// SVG draws topology t as a standalone SVG element (no XML declaration, so
// that it can be placed inside HTML as it is). Errors: the topology's shape
// is not one the layout can draw (see the package doc).
func SVG(t *synth.Topology, o Options) ([]byte, error) {
	l, err := classify(t)
	if err != nil {
		return nil, err
	}
	if o.ID == "" {
		o.ID = "sch"
	}
	if o.Title == "" {
		o.Title = t.Name()
	}
	if o.OpAmp == "" {
		o.OpAmp = "U1"
	}
	if o.In == "" {
		o.In = "in"
	}
	if o.Out == "" {
		o.Out = "out"
	}
	label := func(i int) Label {
		var lb Label
		if i < len(o.Labels) {
			lb = o.Labels[i]
		}
		if lb.Ref == "" {
			lb.Ref = t.Element(i).Ref
		}
		return lb
	}

	var c canvas
	nodeX := map[string]float64{}
	for i, n := range l.chain {
		nodeX[n] = left + float64(i)*pitch
	}
	drive := l.drive
	px := nodeX[drive]
	opX := px + opGap + float64(max(0, len(l.shunts[drive])-1))*shuntShift
	if l.divGround >= 0 {
		// Room for the divider's resistor to ground clear of the shunt
		// labels at the + input.
		opX += 70
	}
	outX := opX + outRun
	outY := chainY + opMinusDY/2
	railY := chainY - railRise
	c.extend(pt{0, chainY})

	// Series chain.
	for k, ei := range l.series {
		a, b := pt{nodeX[l.chain[k]], chainY}, pt{nodeX[l.chain[k+1]], chainY}
		from, to := a, b
		if l.seriesUp[k] {
			from, to = b, a
		}
		lb := label(ei)
		c.element(o.ID, t.Element(ei), lb, from, to, func() {
			mid := (a.x + b.x) / 2
			c.labels(lb, pt{mid, chainY + 22}, "middle")
		})
	}
	// Shunts to ground and feedback to the rail. conductors counts what
	// meets at each chain node, for the node dots.
	conductors := map[string]int{}
	for _, ei := range l.series {
		conductors[t.Element(ei).From]++
		conductors[t.Element(ei).To]++
	}
	var railXs []float64
	for _, n := range l.chain {
		x0 := nodeX[n]
		for j, ei := range l.shunts[n] {
			e := t.Element(ei)
			x := x0 + float64(j)*shuntShift
			top := pt{x, chainY}
			if j > 0 {
				c.wire(n, pt{x0 + float64(j-1)*shuntShift, chainY}, top)
				if j < len(l.shunts[n])-1 {
					c.junction(top)
				}
			} else {
				conductors[n]++
			}
			bottom := pt{x, chainY + groundDrop}
			from, to := top, bottom
			if e.From == "0" {
				from, to = bottom, top
			}
			lb := label(ei)
			c.element(o.ID, e, lb, from, to, func() {
				c.labels(lb, pt{x + 16, chainY + loopDrop + 20}, "start")
			})
			c.ground(bottom)
		}
		for _, ei := range l.feedback[n] {
			e := t.Element(ei)
			bottom, top := pt{x0, chainY}, pt{x0, railY}
			conductors[n]++
			from, to := bottom, top
			if e.From == "out" {
				from, to = top, bottom
			}
			lb := label(ei)
			c.element(o.ID, e, lb, from, to, func() {
				c.labels(lb, pt{x0 + 16, chainY - railRise*0.5 - lineH}, "start")
			})
			railXs = append(railXs, x0)
		}
	}
	// The op-amp: the chain's end drives the upper input (the + input, or
	// the - input of an inverting section), the other input is below it.
	upper, lower := pt{opX, chainY}, pt{opX, chainY + opMinusDY}
	plusPin, minusPin := upper, lower
	inverting := t.Plus() == "0"
	if inverting {
		plusPin, minusPin = lower, upper
	}
	c.wire(drive, pt{px, chainY}, upper)
	conductors[drive]++
	outPin := pt{opX + opWidth, outY}
	outNode := pt{outX, outY}
	outTerm := pt{outX + termRun, outY}
	plusNet, minusNet := t.Plus(), t.Minus()
	if minusNet == "" {
		minusNet = "out"
	}
	loopX := opX - 14
	switch {
	case inverting:
		// + input to ground, through the bias resistor when drawn.
		gnd := pt{loopX, chainY + loopDrop + 20}
		if o.Bias == nil {
			c.wire("0", lower, pt{loopX, lower.y}, gnd)
		} else {
			plusNet = "plus"
			at := pt{loopX, lower.y}
			c.wire("plus", lower, at)
			gnd = pt{loopX, lower.y + 70}
			e := synth.Element{Ref: "bias", Symbol: "Rbias", Kind: synth.Resistor, From: "plus", To: "0",
				Role: "bias-current compensation, + input to ground"}
			c.element(o.ID, e, *o.Bias, at, gnd, func() {
				c.labels(*o.Bias, pt{loopX - 8, lower.y + 40}, "end")
			})
		}
		c.ground(gnd)
	case l.divGround >= 0:
		// Gain divider: Rb from the output to node n on the loop's bottom
		// run, Ra from n to ground, n up to the - input (through the bias
		// resistor when drawn).
		nY := chainY + loopDrop
		if o.Bias != nil {
			nY += 40
		}
		n := pt{loopX, nY}
		fb, gr := t.Element(l.divFeedback), t.Element(l.divGround)
		c.wire("out", outNode, pt{outX, nY})
		from, to := pt{outX, nY}, n
		if fb.From != "out" {
			from, to = to, from
		}
		lbF := label(l.divFeedback)
		c.element(o.ID, fb, lbF, from, to, func() {
			c.labels(lbF, pt{outX + 8, nY + 16}, "start")
		})
		g := pt{loopX, nY + 60}
		from, to = n, g
		if gr.From == "0" {
			from, to = to, from
		}
		lbG := label(l.divGround)
		c.element(o.ID, gr, lbG, from, to, func() {
			c.labels(lbG, pt{loopX + 12, nY + 40}, "start")
		})
		c.ground(g)
		c.junction(n)
		if o.Bias == nil {
			c.wire(minusNet, n, pt{loopX, lower.y}, lower)
		} else {
			at := pt{loopX, lower.y}
			e := synth.Element{Ref: "bias", Symbol: "Rbias", Kind: synth.Resistor, From: minusNet, To: "minus",
				Role: "bias-current compensation, divider to - input"}
			c.element(o.ID, e, *o.Bias, n, at, func() {
				c.labels(*o.Bias, pt{loopX - 8, (n.y + at.y) / 2}, "end")
			})
			minusNet = "minus"
			c.wire("minus", at, lower)
		}
	default:
		// Follower: the output loops back to the - input.
		if o.Bias == nil {
			c.wire("out", outNode, pt{outX, chainY + loopDrop}, pt{loopX, chainY + loopDrop},
				pt{loopX, minusPin.y}, minusPin)
		} else {
			// The loop's bottom run carries the resistor; its label sits to
			// the right of the output node's drop, clear of the shunt labels.
			from, to := pt{outX, chainY + loopDrop}, pt{loopX, chainY + loopDrop}
			c.wire("out", outNode, from)
			e := synth.Element{Ref: "bias", Symbol: "Rbias", Kind: synth.Resistor, From: "out", To: "minus",
				Role: "bias-current compensation, output to - input"}
			c.element(o.ID, e, *o.Bias, from, to, func() {
				c.labels(*o.Bias, pt{outX + 8, chainY + loopDrop + 16}, "start")
			})
			c.wire("minus", to, pt{loopX, minusPin.y}, minusPin)
			minusNet = "minus"
		}
	}
	c.opamp(o.ID, o.OpAmp, o.Pins, plusNet, minusNet, opampRole(t), plusPin, minusPin, outPin)
	c.wire("out", outPin, outTerm)
	c.junction(outNode)
	if len(railXs) > 0 {
		slices.Sort(railXs)
		for _, x := range railXs[1:] {
			c.junction(pt{x, railY})
		}
		c.wire("out", pt{railXs[0], railY}, pt{outX, railY}, outNode)
	}
	for _, n := range l.chain {
		// A dot where three or more conductors meet.
		if conductors[n] >= 3 {
			c.junction(pt{nodeX[n], chainY})
		}
	}
	c.terminal(o.ID, "in", o.In, pt{nodeX["in"], chainY}, true)
	c.terminal(o.ID, "out", o.Out, outTerm, false)

	// Frame: the extent plus room for the labels on the right and below.
	c.extend(pt{outTerm.x + estWidth(o.Out) + 14, chainY})
	c.extend(pt{0, chainY + groundDrop + 20})
	if len(railXs) > 0 {
		c.extend(pt{0, railY - 16})
	} else {
		c.extend(pt{0, chainY - 34})
	}
	return c.finish(o, t), nil
}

-*-*-

## WHAT THE TASK REQUIRES
Only lines that contain the string "upper" count; pick each one out of the records and copy it.

## SOLVED PROBLEM
	// The op-amp: the chain's end drives the upper input (the + input, or
	upper, lower := pt{opX, chainY}, pt{opX, chainY + opMinusDY}
	plusPin, minusPin := upper, lower
		plusPin, minusPin = lower, upper
	c.wire(drive, pt{px, chainY}, upper)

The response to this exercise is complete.